• DATA SHOWN:

// The demo truth with parameters drawn as configs/demo.yaml draws them
// (baseline in [0.2, 0.4], weight in [0.3, 0.6], loop weight in [0.2, 0.4],
// decay in [1, 3], uniform; scaled down to spectral radius 0.6 when above).
sim::HawkesModel DemoDraw(const graph::TruthGraph& truth, base::RandomStream& random) {
  sim::HawkesModel m = sim::ExponentialHawkes(truth, 0.3, 0.45, 2.0, 0.3);
  auto draw = [&](double lo, double hi) { return lo + (hi - lo) * random.Uniform(); };
  for (double& b : m.baseline) b = draw(0.2, 0.4);
  for (sim::EdgeKernel& e : m.kernels) {
    e.kernel.terms[0].weight = e.from == e.to ? draw(0.2, 0.4) : draw(0.3, 0.6);
    e.kernel.terms[0].decay = draw(1, 3);
  }
  const double radius = sim::HawkesSpectralRadius(m).value();
  if (radius > 0.6) {
    for (sim::EdgeKernel& e : m.kernels) e.kernel.terms[0].weight *= 0.6 / radius;
  }
  return m;
}

// p-values of hawkes-lr (first) and of one local covariance test per entry
// of `variants` (the nuisance-basis study below).
std::vector<std::vector<double>> RunVariants(Setting s, double horizon, int replicates,
                                             uint64_t seed,
                                             const std::vector<LocalCovarianceOptions>& variants) {
  const graph::TruthGraph truth = Truth(s);
  sim::HawkesModel model =
      s == Setting::kOmittedParent ? sim::ExponentialHawkes(truth, 0.3, 0.6, 3.0, 0.55)
      : s == Setting::kAlternative ? sim::ExponentialHawkes(truth, 0.5, 0.1, 2.0, 0.2)
                                   : sim::ExponentialHawkes(truth, 0.5, 0.3, 2.0, 0.2);
  if (s == Setting::kOmittedParent) {
    for (sim::EdgeKernel& e : model.kernels) {
      if (e.from >= 5 || (e.from == 1 && e.to == 2)) e.kernel.terms[0].decay = 0.5;
    }
  }
  sim::HawkesRunOptions o;
  o.horizon = horizon;
  o.burn_in = 50;
  std::vector<std::vector<double>> p(variants.size() + 1);
  for (int r = 0; r < replicates; ++r) {
    base::RandomStream random(base::StreamKey{seed, uint64_t(s), uint64_t(r), uint64_t(horizon)});
    if (s == Setting::kDemoDrawn) model = DemoDraw(truth, random);
    if (s == Setting::kDemoFixed) model = DemoTruth(truth, 1 + r % 2);
    sim::EventData d = sim::SimulateHawkes(model, o, random).value();
    std::vector<double> rates = {0.5, 2.0, 8.0};
    if (s == Setting::kOmittedParent || s == Setting::kDemoDrawn || s == Setting::kDemoFixed) {
      rates = DefaultHawkesRates(d);
    }
    auto features =
        std::make_shared<HawkesFeatures>(HawkesFeatures::Create(std::move(d), rates).value());
    HawkesLrTest lr(features, {.chi_bar_draws = 2000, .seed = seed});
    const TestResult t = lr.Run(Query(s));
    REQUIRE(t.status == TestStatus::kOk);
    p[0].push_back(t.p_value);
    for (size_t v = 0; v < variants.size(); ++v) {
      LocalCovarianceTest test(features, variants[v]);
      const TestResult u = test.Run(Query(s));
      REQUIRE(u.status == TestStatus::kOk);
      p[v + 1].push_back(u.p_value);
    }
  }
  return p;
}

void ReportVariants(const char* name, double horizon, const std::vector<std::vector<double>>& p) {
  for (size_t v = 0; v < p.size(); ++v) {
    const int n = int(p[v].size()), k5 = CountBelow(p[v], 0.05), k1 = CountBelow(p[v], 0.01);
    std::printf("%s T=%g variant %zu: at 0.05 %d / %d (95%% upper %.3f), at 0.01 %d\n", name,
                horizon, v, k5, n, ClopperPearsonUpper(k5, n, 0.95), k1);
  }
  std::fflush(stdout);
}

constexpr uint64_t kSeed = 2026;

}  // namespace

// Specified nulls: hawkes-lr and the local covariance test hold the level
// (4 interval checks per window: 12); the batch variant, conservative by
// construction (it scales by the larger of two variances), is held to the
// upper end only (2 per window: 6).
TEST_CASE("specified null: hawkes-lr and the local covariance test hold the level") {
  for (const auto& [horizon, reps] : {std::pair{1000.0, 200}, {4000.0, 80}, {16000.0, 25}}) {
    const auto p = Run(Setting::kSpecified, horizon, reps, kSeed);
    Report("specified", horizon, p);
    CheckHolds(p[0]);
    CheckHolds(p[1]);
    CheckNotAbove(p[3]);
  }
}

// Omitted parent and hidden drivers (demo truth): 2 upper-end checks per
// window and local covariance variant (supremum, batch: 12).
TEST_CASE("omitted parent and hidden drivers: the local covariance test stays below the band") {
  for (const auto& [horizon, reps] : {std::pair{1000.0, 100}, {4000.0, 50}, {16000.0, 25}}) {
    const auto p = Run(Setting::kOmittedParent, horizon, reps, kSeed);
    Report("omitted parent (demo)", horizon, p);
    CheckNotAbove(p[1]);
    CheckNotAbove(p[3]);
  }
}

// Hidden mediator: 2 upper-end checks per window and variant (12).
TEST_CASE("hidden mediator: the local covariance test stays below the band") {
  for (const auto& [horizon, reps] : {std::pair{1000.0, 100}, {4000.0, 50}, {16000.0, 25}}) {
    const auto p = Run(Setting::kHidden, horizon, reps, kSeed);
    Report("hidden mediator", horizon, p);
    CheckNotAbove(p[1]);
    CheckNotAbove(p[3]);
  }
}

// The development run (seed 7; skipped unless run with --no-skip).
TEST_CASE("development run on the tuning seed" * doctest::skip()) {
  for (Setting s : {Setting::kSpecified, Setting::kOmittedParent, Setting::kHidden}) {
    for (const auto& [horizon, reps] : {std::pair{1000.0, 100}, {4000.0, 50}, {16000.0, 20}}) {
      if (s != Setting::kOmittedParent && horizon < 16000) continue;
      Report(s == Setting::kSpecified ? "dev specified" : s == Setting::kHidden ? "dev hidden" : "dev omitted",
             horizon, Run(s, horizon, reps, 7));
    }
  }
}

// Power on a fixed alternative (a -> b directly, weight 0.1, besides
// a -> c -> b), window 2,000; the counts are compared, not banded.
TEST_CASE("power on a fixed alternative, next to hawkes-lr") {
  const auto p = Run(Setting::kAlternative, 2000, 60, kSeed);
  Report("alternative a -> b w=0.1", 2000, p);
  // Regression floor (measured, not from a source): both tests find the
  // effect in most replicates.
  CHECK(CountBelow(p[0], 0.05) >= 30);
  CHECK(CountBelow(p[1], 0.05) >= 20);
  CHECK(CountBelow(p[3], 0.05) >= 20);
}

// Nuisance-basis variants on development seeds (skipped unless run with
// --no-skip; environment LOCIND_VARIANT_SEED picks the seed).
TEST_CASE("nuisance basis variants" * doctest::skip()) {
  const char* env = std::getenv("LOCIND_VARIANT_SEED");
  const uint64_t seed = env ? std::strtoull(env, nullptr, 10) : 11;
  const char* reps_env = std::getenv("LOCIND_VARIANT_REPS");
  const int reps = reps_env ? std::atoi(reps_env) : 40;
  std::vector<LocalCovarianceOptions> variants(5);
  variants[4].nuisance_rates = 6;
  variants[4].quadratic = true;
  variants[4].ridge = 1e-2;
  variants[1].nuisance_rates = 6;
  variants[2].quadratic = true;
  variants[2].ridge = 1e-3;
  variants[3].nuisance_rates = 6;
  variants[3].quadratic = true;
  variants[3].ridge = 1e-3;
  const char* set = std::getenv("LOCIND_VARIANT_SET");
  if (set && std::string(set) == "lr") variants.clear();
  if (set && std::string(set) == "default") variants.resize(1);
  if (set && std::string(set) == "batch") {
    variants.assign(2, LocalCovarianceOptions{});
    variants[1].batch_variance = BatchVariance::kUncentred;
  }
  if (set && std::string(set) == "centred") {  // default, uncentred, centred
    variants.assign(3, LocalCovarianceOptions{});
    variants[1].batch_variance = BatchVariance::kUncentred;
    variants[2].batch_variance = BatchVariance::kCentred;
  }
  const char* which = std::getenv("LOCIND_VARIANT_SETTING");
  const Setting only = which && std::string(which) == "alternative" ? Setting::kAlternative
                       : which && std::string(which) == "specified" ? Setting::kSpecified
                       : which && std::string(which) == "omitted" ? Setting::kOmittedParent
                       : which && std::string(which) == "drawn"   ? Setting::kDemoDrawn
                                                                   : Setting::kDemoFixed;
  const char* len_env = std::getenv("LOCIND_VARIANT_LENGTH");
  for (Setting s : {only}) {
    for (double horizon : {len_env ? std::atof(len_env) : 4000.0}) {
      ReportVariants(s == Setting::kSpecified     ? "specified"
                     : s == Setting::kAlternative ? "alternative"
                                                  : "demo/omitted",
                     horizon,
                     RunVariants(s, horizon, reps, seed, variants));
    }
  }
}

// A strong effect (two processes a -> b, weight 0.5, window 1,000; the
// draw of the unit tests) on the seeds in LOCIND_VARIANT_SEEDS (comma
// separated): p-values of hawkes-lr, the default local covariance test and
// its uncentred and centred batch-variance options (skipped unless run with
// --no-skip; prints, asserts nothing).
TEST_CASE("strong effect p-values" * doctest::skip()) {
  const char* env = std::getenv("LOCIND_VARIANT_SEEDS");
  std::string list = env ? env : "3";
  size_t at = 0;
  while (at <= list.size()) {
    const size_t comma = std::min(list.find(',', at), list.size());
    const uint64_t seed = std::strtoull(list.substr(at, comma - at).c_str(), nullptr, 10);
    at = comma + 1;
    const sim::EventData d = DrawTwoProcesses(0.5, 1000, seed);
    auto features = std::make_shared<HawkesFeatures>(
        HawkesFeatures::Create(d, DefaultHawkesRates(d)).value());
    const TestQuery q{1, {0}, {1}};
    std::printf("strong effect seed %llu: hawkes-lr %.3g", (unsigned long long)seed,
                HawkesLrTest(features, {.chi_bar_draws = 2000, .seed = seed}).Run(q).p_value);
    for (BatchVariance b : {BatchVariance::kNone, BatchVariance::kUncentred, BatchVariance::kCentred}) {
      const Result<LocalCovarianceEstimate> e =
          LocalCovarianceTest(features, {.batch_variance = b}).Estimate(q);
      std::printf(", %s %.3g", b == BatchVariance::kNone ? "default" : b == BatchVariance::kUncentred ? "uncentred" : "centred",
                  LocalCovarianceTest(features, {.batch_variance = b}).Run(q).p_value);
      if (b == BatchVariance::kNone && e.ok()) {
        std::printf(" (V_hat/uncentred/centred of component 0: %.4g/%.4g/%.4g, %d blocks)",
                    e.value().variance(0, 0), e.value().batch_variance[0],
                    e.value().centred_batch_variance[0], e.value().blocks);
      }
    }
    std::printf("\n");
    std::fflush(stdout);
  }
}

• EXERCISE AIM:
Starting with the first line above and ending with the line that holds "0.45, 2.0, 0.3);", restate each line word for word and add nothing else.

• YOUR SOLUTION:
// The demo truth with parameters drawn as configs/demo.yaml draws them
// (baseline in [0.2, 0.4], weight in [0.3, 0.6], loop weight in [0.2, 0.4],
// decay in [1, 3], uniform; scaled down to spectral radius 0.6 when above).
sim::HawkesModel DemoDraw(const graph::TruthGraph& truth, base::RandomStream& random) {
  sim::HawkesModel m = sim::ExponentialHawkes(truth, 0.3, 0.45, 2.0, 0.3);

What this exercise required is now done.